**** Provided entries ****

/**
 * A sign-off request or decision is made on an evaluation made before it (in the heavy-work pool
 * for a long history, while the request loop serves others): the command stores it only if the
 * tank's data revision is still the one the evaluation was made at, and the tank's profile and the
 * company's thresholds still the ones its verdict was made under, checked inside its write
 * transaction. On a real migrated SQLite file with the demo company; the demo nano waits for a
 * decision and its cycle is complete.
 */
import { and, eq } from 'drizzle-orm'
import { describe, expect, it } from 'vitest'
import { evaluateCycle } from '../../../../../shared/cycle/engine'
import type { SignOffSnapshot } from '../../../../../shared/types/sign-off'
import { auditLog, readings, signOffs, tanks } from '../../../../../server/db/schema'
import { readCompanySettings, saveCompanySettings } from '../../../../../server/domain/settings/update'
import type { OrganisationSettings } from '../../../../../shared/schemas/settings'
import { decideSignOff, requestSignOff } from '../../../../../server/domain/sign-off/commands'
import { EvaluationOutdated, evaluateForSignOff, onCurrentEvaluation, SIGN_OFF_ATTEMPTS, type SignOffEvaluation } from '../../../../../server/domain/sign-off/evaluation'
import { tankDataRevisionInDb } from '../../../../../server/domain/readings/data-revision'
import { SignOffRefused } from '../../../../../server/domain/sign-off/refusal'
import { signedInput } from '../../../../../server/domain/sign-off/signed-record'
import { seededDatabase } from '../../../../support/seeded-database'
import { refusalOf } from '../../../../support/sign-off-refusal'

const { db, demo } = await seededDatabase('sign-off-evaluation')
const nano = demo.tanks.nano
const supervisor = { id: demo.users.supervisor, organisationId: demo.organisationId, role: 'supervisor' as const }
const aquarist = { id: demo.users.aquarist, organisationId: demo.organisationId, role: 'aquarist' as const }
const tankRow = () => db.select().from(tanks).where(eq(tanks.id, nano)).get()!
const signOffRows = () => db.select().from(signOffs).where(eq(signOffs.tankId, nano)).all()
const auditCount = () => db.select().from(auditLog).all().length

/** The evaluation as of a moment, made as the glue makes it. */
function evaluation(now = new Date()): SignOffEvaluation {
  const made = evaluateForSignOff(db, nano, now)
  if (!made) throw new Error('no such tank')
  return made
}

/** A change to one of the tank's tests that the engine does not read: only the tank's data revision moves. */
function touchATest(): void {
  const test = db.select({ id: readings.id }).from(readings).where(eq(readings.tankId, nano)).get()!
  db.update(readings).set({ notes: `looked at ${Date.now()}` }).where(eq(readings.id, test.id)).run()
}

/** The company settings saved as the settings form saves them, with `change` made to them. */
function saveSettings(change: (settings: OrganisationSettings) => OrganisationSettings): void {
  const current = readCompanySettings(db, demo.organisationId)!
  const saved = saveCompanySettings(db, { id: demo.users.admin, organisationId: demo.organisationId }, { name: current.name, settings: change(current.settings), version: current.version })
  expect(saved.ok).toBe(true)
}

/** One of the company's thresholds moved by a little (the engine reads every threshold). */
function nudgeAThreshold(): void {
  saveSettings((settings) => {
    const max = settings.thresholds.temperatureMaxC ?? 29
    return { ...settings, thresholds: { ...settings.thresholds, temperatureMaxC: max === 29 ? 28.5 : 29 } }
  })
}

/** Nothing of the refused command was written: the rows, the tank's status and the audit log are as they were. */
function expectUnchanged(before: { rows: unknown, status: string, audit: number }): void {
  expect(signOffRows()).toEqual(before.rows)
  expect(tankRow().status).toBe(before.status)
  expect(auditCount()).toBe(before.audit)
}
const stateNow = () => ({ rows: signOffRows(), status: tankRow().status, audit: auditCount() })

describe('a sign-off command given an evaluation made before the tank\'s data changed', () => {
  it('reads the revision with the input: the revision is the tank\'s current one', () => {
    const made = evaluation()
    expect(made.revision).toBe(tankDataRevisionInDb(db, nano))
    expect(made.revision).toBeGreaterThan(0)
    expect(made.verdict).toEqual(evaluateCycle(made.input))
  })

  it('refuses a decision on an out-of-date evaluation (409) and stores nothing', () => {
    const before = stateNow()
    const made = evaluation()
    touchATest()
    const refused = refusalOf(() => decideSignOff(db, supervisor, tankRow(), 'approve', 'Cycle proven.', made))
    expect(refused).toBeInstanceOf(EvaluationOutdated)
    expect(refused).toMatchObject({ status: 409, message: 'The tank\'s tests or settings changed while the sign-off was being checked. Try again.' })
    expectUnchanged(before)
    expect(signOffRows().filter(r => r.status === 'approved')).toEqual([])
    expect(tankRow().status).toBe('cycled')
  })

  it('never approves without a worrying test saved while the approval was being checked', () => {
    const made = evaluation()
    expect(made.verdict.phase).toBe('complete')
    // Ammonia back at 2 mg/L: the cycle is no longer complete.
    const worrying = db.insert(readings).values({ tankId: nano, takenAt: new Date(Date.now() - 10 * 60_000).toISOString(), ammoniaN: 2, nitriteN: 0, nitrateN: 10, pH: 8.1, temperatureC: 25.5, salinity: 35 }).returning().get()
    const before = stateNow()
    expect(refusalOf(() => decideSignOff(db, supervisor, tankRow(), 'approve', 'Cycle proven.', made))).toBeInstanceOf(EvaluationOutdated)
    expectUnchanged(before)

    // Made again, the verdict holds the test: approving now goes against the engine and needs a written reason.
    const again = evaluation()
    expect(again.input.readings.map(r => r.id)).toContain(worrying.id)
    expect(again.verdict.phase).not.toBe('complete')
    expect(refusalOf(() => decideSignOff(db, supervisor, tankRow(), 'approve', '', again))).toMatchObject({ status: 400, details: { field: 'note' } })
    expectUnchanged(before)
    // The test is removed: the tank's rows are as the first evaluation saw them, but its revision has moved on.
    db.delete(readings).where(eq(readings.id, worrying.id)).run()
    expect(refusalOf(() => decideSignOff(db, supervisor, tankRow(), 'approve', 'Cycle proven.', made))).toBeInstanceOf(EvaluationOutdated)
    expectUnchanged(before)
  })

  it('stores a decision on the current evaluation exactly as before: its input and verdict, which re-run alike', () => {
    const made = evaluation()
    const { signOff } = decideSignOff(db, supervisor, tankRow(), 'return', 'The leak test photo is missing.', made)
    expect(signOff).toMatchObject({ status: 'returned', decidedBy: supervisor.id, decidedAt: made.input.now, ruleSetVersion: made.verdict.ruleSetVersion })
    const stored = db.select().from(signOffs).where(eq(signOffs.id, signOff.id)).get()!
    const snapshot = stored.snapshot as SignOffSnapshot
    const input = signedInput(db, signOff.id)!
    expect(input).toEqual(JSON.parse(JSON.stringify(made.input)))
    expect(snapshot).not.toHaveProperty('input')
    expect(snapshot.verdict).toEqual(JSON.parse(JSON.stringify(made.verdict)))
    expect(input.now).toBe(stored.decidedAt)
    expect(evaluateCycle(input)).toEqual(snapshot.verdict)
    // The answer carries the snapshot as stored (the command does not read it back).
    expect(JSON.parse(JSON.stringify(signOff))).toEqual(JSON.parse(JSON.stringify(stored)))
    expect(tankRow().status).toBe('cycling')
    expect(db.select({ action: auditLog.action }).from(auditLog).where(eq(auditLog.entityId, signOff.id)).all().map(a => a.action)).toEqual(['sign-off.return'])
  })

  it('refuses a request on an out-of-date evaluation (409) and stores nothing; on the current one it is stored', () => {
    const before = stateNow()
    const made = evaluation()
    expect(made.verdict.phase).toBe('complete')
    touchATest()
    expect(refusalOf(() => requestSignOff(db, aquarist, tankRow(), 'Zero for a week', true, made))).toBeInstanceOf(EvaluationOutdated)
    expectUnchanged(before)
    expect(signOffRows().filter(r => r.status === 'requested')).toEqual([])

    const current = evaluation()
    const row = requestSignOff(db, aquarist, tankRow(), 'Zero for a week', true, current)
    expect(row).toMatchObject({ status: 'requested', requestedAt: current.input.now, requestNote: 'Zero for a week' })
    expect(tankRow().status).toBe('cycled')
    expect(db.select().from(signOffs).where(and(eq(signOffs.tankId, nano), eq(signOffs.status, 'requested'))).all()).toHaveLength(1)
  })

  it('keeps the refusals that come before the evaluation first: a second request while one waits is 409 whatever the revision', () => {
    const made = evaluation()
    touchATest()
    expect(refusalOf(() => requestSignOff(db, aquarist, tankRow(), '', true, made))).toMatchObject({ status: 409, message: expect.stringContaining('already waiting') })
    expect(refusalOf(() => decideSignOff(db, aquarist, tankRow(), 'approve', '', made)).status).toBe(403)
  })
})

describe('a sign-off command whose tank changes while it is evaluated', () => {
  /** The decision's steps as the glue runs them; the tank's tests change after each of the first `changes` evaluations. */
  function returnWhileChanging(changes: number) {
    let evaluations = 0
    const run = onCurrentEvaluation({
      check: () => void decideCheck(),
      evaluate: async () => {
        const made = evaluation()
        if (evaluations++ < changes) touchATest()
        return made
      },
      command: made => decideSignOff(db, supervisor, tankRow(), 'return', 'Photos of the sump are missing.', made),
    })
    return { run, evaluations: () => evaluations }
  }
  /** The decision's own refusals, before any evaluation. */
  const decideCheck = () => {
    if (!signOffRows().some(r => r.status === 'requested')) throw new SignOffRefused(409, 'No sign-off request is waiting for this tank')
  }

  it('is refused (409) after SIGN_OFF_ATTEMPTS evaluations that the tank\'s tests kept overtaking; nothing is stored', async () => {
    const before = stateNow()
    const { run, evaluations } = returnWhileChanging(SIGN_OFF_ATTEMPTS)
    await expect(run).rejects.toBeInstanceOf(EvaluationOutdated)
    expect(evaluations()).toBe(3)
    expectUnchanged(before)
  })

  it('is evaluated again after a change and stored on the evaluation that follows it', async () => {
    const { run, evaluations } = returnWhileChanging(SIGN_OFF_ATTEMPTS - 1)
    const { signOff } = await run
    expect(evaluations()).toBe(3)
    expect(signOff.status).toBe('returned')
    const input = signedInput(db, signOff.id)!
    expect(input).toEqual(JSON.parse(JSON.stringify(evaluation(new Date(input.now)).input)))
  })

  it('answers a refusal that needs no engine before any evaluation', async () => {
    let evaluated = false
    await expect(onCurrentEvaluation({
      check: decideCheck,
      evaluate: async () => {
        evaluated = true
        return evaluation()
      },
      command: () => 'stored',
    })).rejects.toMatchObject({ status: 409, message: 'No sign-off request is waiting for this tank' })
    expect(evaluated).toBe(false)
  })
})

describe('a sign-off command given an evaluation made before what else the engine reads changed', () => {
  const OUTDATED = { status: 409, message: 'The tank\'s tests or settings changed while the sign-off was being checked. Try again.' }

  /** The tank's row changed in one of the fields the engine reads of it. */
  const profileChanges: Array<[string, (tank: ReturnType<typeof tankRow>) => Partial<ReturnType<typeof tankRow>>]> = [
    ['volume', tank => ({ volumeLitres: tank.volumeLitres + 10 })],
    ['sump', tank => ({ sumpLitres: tank.sumpLitres + 5 })],
    ['cycle method', tank => ({ cycleMethod: tank.cycleMethod === 'fishless' ? 'fish-in' : 'fishless' })],
    ['cycle start', tank => ({ cycleStartedAt: new Date(Date.parse(tank.cycleStartedAt ?? tank.createdAt) - 3_600_000).toISOString() })],
  ]
  const changeTank = (change: (tank: ReturnType<typeof tankRow>) => Partial<ReturnType<typeof tankRow>>) =>
    db.update(tanks).set(change(tankRow())).where(eq(tanks.id, nano)).run()

  it('refuses a request on an evaluation made under thresholds since changed (409) and stores nothing; on the current ones it is stored', () => {
    expect(signOffRows().some(r => r.status === 'requested')).toBe(false)
    const made = evaluation()
    expect(made.verdict.phase).toBe('complete')
    nudgeAThreshold()
    // Taken after the save, whose own audit row is not the command's.
    const before = stateNow()
    // Only the company's limits moved: the tank's tests are as the evaluation read them.
    expect(tankDataRevisionInDb(db, nano)).toBe(made.revision)
    const refused = refusalOf(() => requestSignOff(db, aquarist, tankRow(), 'Zero for a week', true, made))
    expect(refused).toBeInstanceOf(EvaluationOutdated)
    expect(refused).toMatchObject(OUTDATED)
    expectUnchanged(before)

    const current = evaluation()
    expect(current.input.thresholds).toEqual(readCompanySettings(db, demo.organisationId)!.settings.thresholds)
    expect(requestSignOff(db, aquarist, tankRow(), 'Zero for a week', true, current)).toMatchObject({ status: 'requested', requestedAt: current.now })
  })

  it('refuses a decision on an evaluation made under thresholds since changed (409) and stores nothing', () => {
    const made = evaluation()
    nudgeAThreshold()
    const before = stateNow()
    expect(tankDataRevisionInDb(db, nano)).toBe(made.revision)
    expect(refusalOf(() => decideSignOff(db, supervisor, tankRow(), 'approve', 'Cycle proven.', made))).toMatchObject(OUTDATED)
    expectUnchanged(before)
  })

  for (const [label, change] of profileChanges) {
    it(`refuses a decision on an evaluation made before the tank's ${label} changed (409) and stores nothing`, () => {
      const made = evaluation()
      changeTank(change)
      const before = stateNow()
      expect(tankDataRevisionInDb(db, nano)).toBe(made.revision)
      expect(refusalOf(() => decideSignOff(db, supervisor, tankRow(), 'approve', 'Cycle proven.', made))).toMatchObject(OUTDATED)
      expectUnchanged(before)
      // Made again, the evaluation reads the tank as it is now.
      expect(evaluation().input.tank).not.toEqual(made.input.tank)
    })
  }

  it('stores a decision on an evaluation made before a change the engine does not read (the tank\'s name, the company\'s time zone)', () => {
    const made = evaluation()
    changeTank(tank => ({ name: `${tank.name} (renamed)` }))
    saveSettings(settings => ({ ...settings, timeZone: settings.timeZone === 'Europe/London' ? 'UTC' : 'Europe/London' }))
    const { signOff } = decideSignOff(db, supervisor, tankRow(), 'return', 'The sump photos are missing.', made)
    expect(signOff.status).toBe('returned')
    expect(signedInput(db, signOff.id)).toEqual(JSON.parse(JSON.stringify(made.input)))
  })
})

****

# Exercise brief:
Report every line in the data that holds "them", copying each one.

# Expected answer:
/** The company settings saved as the settings form saves them, with `change` made to them. */
    // The test is removed: the tank's rows are as the first evaluation saw them, but its revision has moved on.
  /** The decision's steps as the glue runs them; the tank's tests change after each of the first `changes` evaluations. */
    // Only the company's limits moved: the tank's tests are as the evaluation read them.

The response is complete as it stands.